That confidence is alpha and one can be either confident and a jerk or confident and gentle is an interesting and informative take. Confidence is indeed an attractive trait, because it shows you know what you're doing. Even if in reality you might not have any idea what you're doing, the fact that you show you know what you're doing makes other people think you know what you're doing. But confidence shows initiative, generally good trait. One can have initiative yet still be a gentle person.

You also make a good point about the importance of a good attitude that would lift people up. Not necessarly a positive attitude, as that would mean _"only good things will happen to me"_, and false optimism isn't good, but a good attitude, being social and laughing and smiling. Nothing over the top. It makes people feel good. Attitude is contagious, it can either make people feel energized or downed, depending on the attitude of those arounds them. We transfer and adopt attitudes. And I think an attitude that makes people around you feel good can make you more wannable. On the opposite side of the spectrum, people who complain a lot about everything, will only transfer a downer energy, and people won't like it.

You also make a great point that they fail to do things that would increase their desirability: becoming more interesting, working on hygiene and conversational skills; because it will not be _"true to themselves"_ when in fact who you are is what you do, or who you are is what you like. Both, especially the former, can change in some measure. Who you are is not set in stone, and sometimes who you are can be bad so you need to change it. You are _"true to yourself"_ when you refuse to give in to pressure from other people. You are not _"true to yourself"_ when you refuse to stop doing things that are bad for you. It's important to have willpower, it offers you healthy habbits and a healthy routine. Be strong mentally and physically. And blaming the opposite gender for their failures is quite lowly, they don't look at themselves, but instead look at the other person.

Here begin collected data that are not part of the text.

def roc_area(p, y, *, weights=None) -> float:
    """Probability that an event was given more than a non-event, ties counting half.

    0.5 is no discrimination, 1 perfect.

    Raises
    ------
    InputError, NumericsError
        As `brier_skill`.

    Notes
    -----
    The area under the relative operating characteristic equals the Mann-Whitney statistic over
    (number of events x number of non-events).  Source: Mason & Graham (2002), Q. J. R. Meteorol.
    Soc. 128, 2145-2166.

    Examples
    --------
    >>> roc_area([0.1, 0.4, 0.4, 0.8], [0, 0, 1, 1])
    0.875
    """
    p, y, weights = _checked(p, y, weights)
    _base_rate(y, weights, "the ROC area")
    _, weight, events = _strata(p, y, weights)
    others = weight - events
    below = np.cumsum(others) - 0.5 * others
    return float(events @ below / (events.sum() * others.sum()))


def precision_recall_area(p, y, *, weights=None) -> float:
    """Area under precision over recall, as a sum of steps; the base rate without discrimination.

    Raises
    ------
    InputError, NumericsError
        As `brier_skill`.

    Notes
    -----
    Sum over thresholds, from the highest probability down, of (recall gained) x precision, known
    as average precision.  Straight lines between the points would be too high (Davis & Goadrich
    2006, Proc. 23rd Int. Conf. Machine Learning, 233-240).

    Examples
    --------
    >>> round(precision_recall_area([0.1, 0.4, 0.35, 0.8], [0, 0, 1, 1]), 6)
    0.833333
    """
    p, y, weights = _checked(p, y, weights)
    _base_rate(y, weights, "the precision-recall area")
    _, weight, events = _strata(p, y, weights)
    precision = np.cumsum(events[::-1]) / np.cumsum(weight[::-1])
    return float(events[::-1] @ precision / events.sum())
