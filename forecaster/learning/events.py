"""What is to be forecast: intervals at the target, and what happened in them.

An interval is `INTERVAL_PERIODS` peak periods of the record long; interval j begins
j intervals after the issue time.  A wave (zero-down-crossing, about the mean level) belongs to
the interval that holds its crest.
"""

from __future__ import annotations

import numpy as np

from forecaster.waves.heights import interval_maxima

INTERVAL_PERIODS = 4.0
HEIGHT_RATIOS = (0.6, 2.8)  # k asked of the height model
CREST_RATIOS = (0.35, 1.75)  # k asked of the crest model
HORIZON_COVERAGE = 0.5  # from which an interval is forecast from its own waves
EXTREME_HEIGHT = 2.0
EXTREME_CREST = 1.25


def interval_edges(issue: float, tp: float, count: int) -> np.ndarray:
    """(count + 1,) edges [s] of the first `count` intervals after the issue time.

    >>> interval_edges(100.0, 10.0, 2)
    array([100., 140., 180.])
    """
    return issue + INTERVAL_PERIODS * tp * np.arange(count + 1)


def outcomes(elevation, dt, edges, *, start=0.0) -> tuple[np.ndarray, np.ndarray]:
    """Largest wave height and crest [m] in each interval, NaN where the elevation ends first.

    Parameters
    ----------
    elevation : (n,) array [m]
        Noise-free elevation at the target, bound waves included, at least 16 samples per peak
        period.
    dt : float [s]
    edges : (m + 1,) array [s]
    start : float [s]
        Time of the first sample.

    Examples
    --------
    >>> t = np.arange(0, 100, 0.5)
    >>> heights, crests = outcomes(np.cos(2 * np.pi * t / 10), 0.5, np.array([10.0, 50.0, 120.0]))
    >>> heights.round(6), crests.round(6)
    (array([ 2., nan]), array([ 1., nan]))
    """
    edges = np.asarray(edges, float)
    heights, crests = interval_maxima(elevation, dt, edges - start)
    # a wave whose crest is in the interval may end a period later
    whole = edges[1:] + (edges[1] - edges[0]) / INTERVAL_PERIODS <= start + dt * len(elevation)
    return np.where(whole, heights, np.nan), np.where(whole, crests, np.nan)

Being grounded and intelligent makes you interesting, indeed. I would also add to not be superficial, as in mostly interested in looks when talking to a woman, as most women are not interested in that kind of thing. That isn't the case for women who go for alpha males but is the case for women who like decent men. While looks matter, one should look beyond looks too when talking to a woman, trying to get to know her.

You also make a great point that being interesting ultimately means doing more so you will have something in common with just about anyone you talk to. And that is a indeed an important factor. People need to be compatible, to have certain traits and things in common. But at the end of the day, if up to you to find subjects you both enjoy talking about. You can ask her about herself while also saying some things about yourself. Asking _"what are your hobbies?"_ is rather cliche, but you can ask the same question in an indirect way: what do you like to do in your free time? have you travelled lately? what do you work as? do you like it there? what kind of movies are you watching? ask them about themselves, and they will reveal their interests.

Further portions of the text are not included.